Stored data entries
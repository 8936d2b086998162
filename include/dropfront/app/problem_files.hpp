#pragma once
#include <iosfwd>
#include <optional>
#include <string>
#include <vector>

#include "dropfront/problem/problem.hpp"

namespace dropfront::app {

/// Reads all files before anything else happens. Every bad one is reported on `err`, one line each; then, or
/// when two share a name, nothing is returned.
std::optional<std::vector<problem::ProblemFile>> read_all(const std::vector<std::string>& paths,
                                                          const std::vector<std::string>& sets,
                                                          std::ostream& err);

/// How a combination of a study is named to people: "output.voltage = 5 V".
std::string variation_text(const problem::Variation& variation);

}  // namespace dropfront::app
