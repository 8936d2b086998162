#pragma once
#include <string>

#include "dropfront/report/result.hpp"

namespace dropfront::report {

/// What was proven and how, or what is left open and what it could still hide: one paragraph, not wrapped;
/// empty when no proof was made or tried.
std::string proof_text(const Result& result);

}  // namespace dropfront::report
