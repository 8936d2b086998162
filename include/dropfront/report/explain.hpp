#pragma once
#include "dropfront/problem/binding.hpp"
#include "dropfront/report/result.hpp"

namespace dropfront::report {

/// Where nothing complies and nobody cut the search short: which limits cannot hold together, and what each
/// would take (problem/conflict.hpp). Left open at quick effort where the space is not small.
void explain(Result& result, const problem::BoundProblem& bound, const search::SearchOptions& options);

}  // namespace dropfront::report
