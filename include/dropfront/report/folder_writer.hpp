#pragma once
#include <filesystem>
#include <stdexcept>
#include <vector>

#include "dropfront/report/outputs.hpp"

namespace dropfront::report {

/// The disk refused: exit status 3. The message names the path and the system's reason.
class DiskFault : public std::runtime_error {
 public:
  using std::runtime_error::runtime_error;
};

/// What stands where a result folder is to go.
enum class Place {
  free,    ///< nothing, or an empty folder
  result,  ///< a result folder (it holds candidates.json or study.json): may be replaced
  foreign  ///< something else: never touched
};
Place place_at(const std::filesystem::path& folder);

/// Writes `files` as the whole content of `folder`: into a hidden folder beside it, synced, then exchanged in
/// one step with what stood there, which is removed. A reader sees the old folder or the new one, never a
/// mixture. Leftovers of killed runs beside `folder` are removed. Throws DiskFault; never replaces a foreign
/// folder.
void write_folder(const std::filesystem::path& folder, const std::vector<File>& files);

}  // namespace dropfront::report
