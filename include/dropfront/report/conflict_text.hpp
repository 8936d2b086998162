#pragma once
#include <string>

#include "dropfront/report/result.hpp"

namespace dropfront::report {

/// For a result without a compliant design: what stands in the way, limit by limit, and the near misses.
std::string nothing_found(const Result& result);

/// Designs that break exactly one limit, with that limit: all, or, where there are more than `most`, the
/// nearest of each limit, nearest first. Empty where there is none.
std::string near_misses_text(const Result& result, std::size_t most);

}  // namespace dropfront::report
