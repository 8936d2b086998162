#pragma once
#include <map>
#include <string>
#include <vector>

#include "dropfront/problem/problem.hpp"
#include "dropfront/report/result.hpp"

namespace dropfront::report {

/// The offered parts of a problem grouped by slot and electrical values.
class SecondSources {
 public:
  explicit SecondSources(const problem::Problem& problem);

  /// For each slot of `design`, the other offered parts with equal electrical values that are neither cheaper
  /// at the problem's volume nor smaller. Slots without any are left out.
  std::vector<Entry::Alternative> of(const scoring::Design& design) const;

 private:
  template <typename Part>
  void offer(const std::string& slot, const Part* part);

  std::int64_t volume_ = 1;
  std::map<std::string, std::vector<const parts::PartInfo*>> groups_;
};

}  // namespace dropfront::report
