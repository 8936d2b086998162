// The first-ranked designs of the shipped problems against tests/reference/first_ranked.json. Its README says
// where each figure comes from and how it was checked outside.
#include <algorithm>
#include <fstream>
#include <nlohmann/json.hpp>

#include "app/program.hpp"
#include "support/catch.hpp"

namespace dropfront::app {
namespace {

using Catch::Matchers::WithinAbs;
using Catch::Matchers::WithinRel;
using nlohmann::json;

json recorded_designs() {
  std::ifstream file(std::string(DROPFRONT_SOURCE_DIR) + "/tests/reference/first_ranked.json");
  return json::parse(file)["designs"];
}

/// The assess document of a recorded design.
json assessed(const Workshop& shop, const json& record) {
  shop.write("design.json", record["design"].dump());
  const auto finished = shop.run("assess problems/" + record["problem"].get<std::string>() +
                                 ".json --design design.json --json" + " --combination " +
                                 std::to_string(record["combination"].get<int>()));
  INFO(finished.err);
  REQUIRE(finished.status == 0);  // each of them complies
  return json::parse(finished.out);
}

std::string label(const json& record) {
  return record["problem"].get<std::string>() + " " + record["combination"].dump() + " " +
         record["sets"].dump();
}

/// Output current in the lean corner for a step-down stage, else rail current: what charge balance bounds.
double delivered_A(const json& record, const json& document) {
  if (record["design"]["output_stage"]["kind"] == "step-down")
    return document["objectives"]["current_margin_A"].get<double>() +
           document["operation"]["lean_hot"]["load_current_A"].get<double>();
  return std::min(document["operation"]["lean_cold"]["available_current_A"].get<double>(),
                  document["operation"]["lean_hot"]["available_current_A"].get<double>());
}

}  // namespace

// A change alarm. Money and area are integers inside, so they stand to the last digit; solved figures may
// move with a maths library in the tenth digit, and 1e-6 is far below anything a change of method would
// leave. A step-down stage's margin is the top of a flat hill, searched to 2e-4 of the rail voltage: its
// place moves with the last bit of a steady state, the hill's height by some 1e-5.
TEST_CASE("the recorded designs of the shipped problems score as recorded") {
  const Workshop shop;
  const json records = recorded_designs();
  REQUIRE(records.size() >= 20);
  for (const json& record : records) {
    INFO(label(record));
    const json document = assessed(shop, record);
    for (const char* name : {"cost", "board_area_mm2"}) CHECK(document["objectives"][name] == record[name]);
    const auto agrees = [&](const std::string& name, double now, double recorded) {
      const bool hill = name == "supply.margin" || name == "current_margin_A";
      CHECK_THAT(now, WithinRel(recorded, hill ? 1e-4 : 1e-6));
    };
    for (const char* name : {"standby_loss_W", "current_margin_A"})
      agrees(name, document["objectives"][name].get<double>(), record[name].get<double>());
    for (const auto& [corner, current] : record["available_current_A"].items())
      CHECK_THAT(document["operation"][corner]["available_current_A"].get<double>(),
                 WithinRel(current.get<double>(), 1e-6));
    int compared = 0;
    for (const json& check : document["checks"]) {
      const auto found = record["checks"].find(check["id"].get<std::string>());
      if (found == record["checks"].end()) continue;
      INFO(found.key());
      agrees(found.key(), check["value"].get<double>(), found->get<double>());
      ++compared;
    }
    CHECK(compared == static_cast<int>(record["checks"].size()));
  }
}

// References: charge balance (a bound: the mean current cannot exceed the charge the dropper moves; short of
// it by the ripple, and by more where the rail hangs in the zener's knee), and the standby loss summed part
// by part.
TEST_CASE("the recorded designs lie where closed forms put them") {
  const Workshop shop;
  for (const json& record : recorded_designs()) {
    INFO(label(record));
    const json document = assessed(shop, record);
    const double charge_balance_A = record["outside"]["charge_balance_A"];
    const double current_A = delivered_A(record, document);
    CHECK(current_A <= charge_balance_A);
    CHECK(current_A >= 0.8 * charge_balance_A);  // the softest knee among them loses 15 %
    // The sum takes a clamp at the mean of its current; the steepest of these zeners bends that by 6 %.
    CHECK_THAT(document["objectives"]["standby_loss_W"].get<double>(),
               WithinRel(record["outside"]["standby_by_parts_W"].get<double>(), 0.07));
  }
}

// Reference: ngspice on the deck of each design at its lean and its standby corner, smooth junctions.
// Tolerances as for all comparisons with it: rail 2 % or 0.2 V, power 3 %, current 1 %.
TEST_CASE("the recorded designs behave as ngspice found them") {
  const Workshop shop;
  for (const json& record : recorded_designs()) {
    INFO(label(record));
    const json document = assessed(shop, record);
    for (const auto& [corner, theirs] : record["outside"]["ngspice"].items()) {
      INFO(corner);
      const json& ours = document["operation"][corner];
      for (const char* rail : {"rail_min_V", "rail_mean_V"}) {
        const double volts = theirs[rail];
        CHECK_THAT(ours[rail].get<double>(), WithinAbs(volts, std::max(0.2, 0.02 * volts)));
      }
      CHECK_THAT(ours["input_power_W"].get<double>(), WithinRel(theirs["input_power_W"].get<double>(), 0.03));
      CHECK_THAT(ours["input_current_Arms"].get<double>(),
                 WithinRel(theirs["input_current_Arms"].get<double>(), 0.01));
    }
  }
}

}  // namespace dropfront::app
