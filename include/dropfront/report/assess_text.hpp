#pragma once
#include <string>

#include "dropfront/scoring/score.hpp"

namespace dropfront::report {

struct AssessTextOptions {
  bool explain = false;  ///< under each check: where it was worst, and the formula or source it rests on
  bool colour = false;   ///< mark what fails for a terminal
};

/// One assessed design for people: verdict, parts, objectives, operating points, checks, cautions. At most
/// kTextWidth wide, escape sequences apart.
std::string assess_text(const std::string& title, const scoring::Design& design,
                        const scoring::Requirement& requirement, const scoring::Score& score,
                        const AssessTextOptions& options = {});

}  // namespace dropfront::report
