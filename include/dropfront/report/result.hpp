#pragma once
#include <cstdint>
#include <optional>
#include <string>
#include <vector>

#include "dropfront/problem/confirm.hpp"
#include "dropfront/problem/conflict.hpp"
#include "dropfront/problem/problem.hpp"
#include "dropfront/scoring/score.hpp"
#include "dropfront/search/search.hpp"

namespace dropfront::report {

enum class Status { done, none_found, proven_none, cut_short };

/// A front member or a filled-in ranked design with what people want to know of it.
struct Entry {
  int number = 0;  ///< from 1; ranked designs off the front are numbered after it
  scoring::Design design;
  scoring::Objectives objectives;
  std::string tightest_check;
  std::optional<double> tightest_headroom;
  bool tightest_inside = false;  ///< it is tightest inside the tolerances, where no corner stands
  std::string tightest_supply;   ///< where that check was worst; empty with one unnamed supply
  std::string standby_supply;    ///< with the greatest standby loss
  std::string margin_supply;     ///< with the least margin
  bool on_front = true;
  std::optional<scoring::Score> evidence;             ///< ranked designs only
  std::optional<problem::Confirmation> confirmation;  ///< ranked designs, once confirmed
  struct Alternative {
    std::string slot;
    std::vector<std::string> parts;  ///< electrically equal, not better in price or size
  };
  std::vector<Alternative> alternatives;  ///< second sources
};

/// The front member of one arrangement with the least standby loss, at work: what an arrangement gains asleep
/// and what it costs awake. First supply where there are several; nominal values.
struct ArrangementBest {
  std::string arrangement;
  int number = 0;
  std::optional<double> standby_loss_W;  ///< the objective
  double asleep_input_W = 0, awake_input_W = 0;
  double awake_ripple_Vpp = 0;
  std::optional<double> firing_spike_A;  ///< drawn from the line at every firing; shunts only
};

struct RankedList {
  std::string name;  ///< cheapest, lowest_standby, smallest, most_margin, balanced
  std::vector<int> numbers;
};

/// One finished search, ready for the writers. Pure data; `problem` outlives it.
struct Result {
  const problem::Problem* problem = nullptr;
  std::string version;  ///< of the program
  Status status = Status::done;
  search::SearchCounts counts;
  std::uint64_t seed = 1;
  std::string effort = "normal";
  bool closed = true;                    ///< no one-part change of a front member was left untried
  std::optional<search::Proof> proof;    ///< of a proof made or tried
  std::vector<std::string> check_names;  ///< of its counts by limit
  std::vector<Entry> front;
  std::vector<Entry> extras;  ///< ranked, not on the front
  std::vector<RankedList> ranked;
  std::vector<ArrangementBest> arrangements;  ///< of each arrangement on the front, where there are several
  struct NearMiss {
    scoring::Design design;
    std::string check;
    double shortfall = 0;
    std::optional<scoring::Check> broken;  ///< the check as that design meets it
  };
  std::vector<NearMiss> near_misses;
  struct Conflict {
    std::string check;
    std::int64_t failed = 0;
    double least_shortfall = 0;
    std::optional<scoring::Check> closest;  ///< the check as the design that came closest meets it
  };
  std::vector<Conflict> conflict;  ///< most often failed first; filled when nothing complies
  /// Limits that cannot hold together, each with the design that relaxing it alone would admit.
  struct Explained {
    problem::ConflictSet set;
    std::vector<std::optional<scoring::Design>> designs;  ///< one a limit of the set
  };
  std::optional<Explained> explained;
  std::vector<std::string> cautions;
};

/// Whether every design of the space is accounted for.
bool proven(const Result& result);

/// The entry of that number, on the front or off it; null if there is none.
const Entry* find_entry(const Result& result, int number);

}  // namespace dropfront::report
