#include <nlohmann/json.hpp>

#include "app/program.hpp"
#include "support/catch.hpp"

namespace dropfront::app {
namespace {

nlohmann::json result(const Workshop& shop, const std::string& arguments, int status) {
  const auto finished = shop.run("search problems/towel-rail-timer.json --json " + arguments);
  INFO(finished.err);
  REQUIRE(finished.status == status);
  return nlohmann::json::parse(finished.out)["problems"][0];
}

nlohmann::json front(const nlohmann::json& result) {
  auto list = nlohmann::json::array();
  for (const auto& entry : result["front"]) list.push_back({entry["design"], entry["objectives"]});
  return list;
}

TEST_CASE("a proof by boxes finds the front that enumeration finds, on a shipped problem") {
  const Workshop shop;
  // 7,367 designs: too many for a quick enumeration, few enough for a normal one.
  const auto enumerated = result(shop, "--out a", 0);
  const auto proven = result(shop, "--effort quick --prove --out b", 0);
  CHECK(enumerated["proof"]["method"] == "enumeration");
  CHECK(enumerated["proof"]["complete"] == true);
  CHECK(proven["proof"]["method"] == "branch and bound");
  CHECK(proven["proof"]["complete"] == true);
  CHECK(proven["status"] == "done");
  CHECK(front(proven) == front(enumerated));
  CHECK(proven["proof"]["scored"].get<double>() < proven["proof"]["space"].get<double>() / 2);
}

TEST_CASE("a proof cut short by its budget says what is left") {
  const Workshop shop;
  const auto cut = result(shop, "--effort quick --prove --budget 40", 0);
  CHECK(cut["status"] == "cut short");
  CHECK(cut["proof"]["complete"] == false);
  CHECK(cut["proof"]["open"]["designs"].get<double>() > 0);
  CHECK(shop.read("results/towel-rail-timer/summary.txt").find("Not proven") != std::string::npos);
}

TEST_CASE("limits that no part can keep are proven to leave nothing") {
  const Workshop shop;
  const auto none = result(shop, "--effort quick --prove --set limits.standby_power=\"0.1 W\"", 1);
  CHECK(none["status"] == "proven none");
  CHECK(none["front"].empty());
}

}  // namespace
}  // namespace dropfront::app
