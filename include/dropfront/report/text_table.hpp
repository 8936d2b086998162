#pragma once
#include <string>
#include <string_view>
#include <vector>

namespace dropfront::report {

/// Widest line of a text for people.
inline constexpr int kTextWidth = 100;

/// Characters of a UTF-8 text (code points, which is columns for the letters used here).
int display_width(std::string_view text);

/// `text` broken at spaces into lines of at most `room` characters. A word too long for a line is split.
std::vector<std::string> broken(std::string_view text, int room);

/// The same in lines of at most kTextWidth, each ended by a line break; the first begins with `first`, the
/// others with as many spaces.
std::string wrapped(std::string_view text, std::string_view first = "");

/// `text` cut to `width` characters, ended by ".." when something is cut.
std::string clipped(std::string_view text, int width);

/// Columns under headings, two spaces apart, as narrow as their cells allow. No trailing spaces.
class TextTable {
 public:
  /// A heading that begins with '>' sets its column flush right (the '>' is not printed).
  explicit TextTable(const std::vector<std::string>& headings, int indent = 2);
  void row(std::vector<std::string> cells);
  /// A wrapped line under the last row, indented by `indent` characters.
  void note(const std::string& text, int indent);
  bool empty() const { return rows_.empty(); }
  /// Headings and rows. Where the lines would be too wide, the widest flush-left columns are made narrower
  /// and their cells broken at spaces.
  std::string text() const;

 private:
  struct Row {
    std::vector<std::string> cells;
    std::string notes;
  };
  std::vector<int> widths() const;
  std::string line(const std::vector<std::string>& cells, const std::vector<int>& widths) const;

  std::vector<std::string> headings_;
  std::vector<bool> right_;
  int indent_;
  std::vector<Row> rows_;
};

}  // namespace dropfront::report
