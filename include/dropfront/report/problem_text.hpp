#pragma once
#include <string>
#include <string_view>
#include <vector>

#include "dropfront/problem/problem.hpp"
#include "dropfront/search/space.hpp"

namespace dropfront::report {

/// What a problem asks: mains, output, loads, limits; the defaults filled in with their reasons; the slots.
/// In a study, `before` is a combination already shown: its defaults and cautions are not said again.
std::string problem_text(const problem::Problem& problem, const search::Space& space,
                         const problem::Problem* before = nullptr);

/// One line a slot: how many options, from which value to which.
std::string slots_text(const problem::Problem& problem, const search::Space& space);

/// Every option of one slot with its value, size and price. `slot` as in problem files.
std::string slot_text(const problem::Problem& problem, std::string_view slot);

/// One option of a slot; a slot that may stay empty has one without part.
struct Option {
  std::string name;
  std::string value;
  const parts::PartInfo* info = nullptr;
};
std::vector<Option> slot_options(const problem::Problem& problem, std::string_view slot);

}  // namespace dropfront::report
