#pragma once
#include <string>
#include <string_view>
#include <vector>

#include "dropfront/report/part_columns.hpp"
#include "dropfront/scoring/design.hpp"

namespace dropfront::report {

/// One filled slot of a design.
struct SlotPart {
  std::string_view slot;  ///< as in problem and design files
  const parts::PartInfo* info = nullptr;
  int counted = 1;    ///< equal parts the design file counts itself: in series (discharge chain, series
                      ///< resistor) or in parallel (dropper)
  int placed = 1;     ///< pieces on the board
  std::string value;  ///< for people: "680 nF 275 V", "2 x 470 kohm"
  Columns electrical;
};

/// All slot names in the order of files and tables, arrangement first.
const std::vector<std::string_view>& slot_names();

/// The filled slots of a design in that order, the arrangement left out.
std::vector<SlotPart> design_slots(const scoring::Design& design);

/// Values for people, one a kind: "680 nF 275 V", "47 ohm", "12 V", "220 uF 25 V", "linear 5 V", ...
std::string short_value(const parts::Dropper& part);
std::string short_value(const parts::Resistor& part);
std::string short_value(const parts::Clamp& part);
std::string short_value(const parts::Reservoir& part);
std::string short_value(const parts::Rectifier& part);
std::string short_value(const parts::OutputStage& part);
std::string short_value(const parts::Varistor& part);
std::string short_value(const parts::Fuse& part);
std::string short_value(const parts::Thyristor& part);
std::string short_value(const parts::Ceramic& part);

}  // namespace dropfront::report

**Activity:**
Beginning with the line above that contains "arrangement gains asleep", copy each line exactly up to and including the line that contains "double awake_ripple_Vpp = 0;", and go no further.

**Answer for the task:**
/// The front member of one arrangement with the least standby loss, at work: what an arrangement gains asleep
/// and what it costs awake. First supply where there are several; nominal values.
struct ArrangementBest {
  std::string arrangement;
  int number = 0;
  std::optional<double> standby_loss_W;  ///< the objective
  double asleep_input_W = 0, awake_input_W = 0;
  double awake_ripple_Vpp = 0;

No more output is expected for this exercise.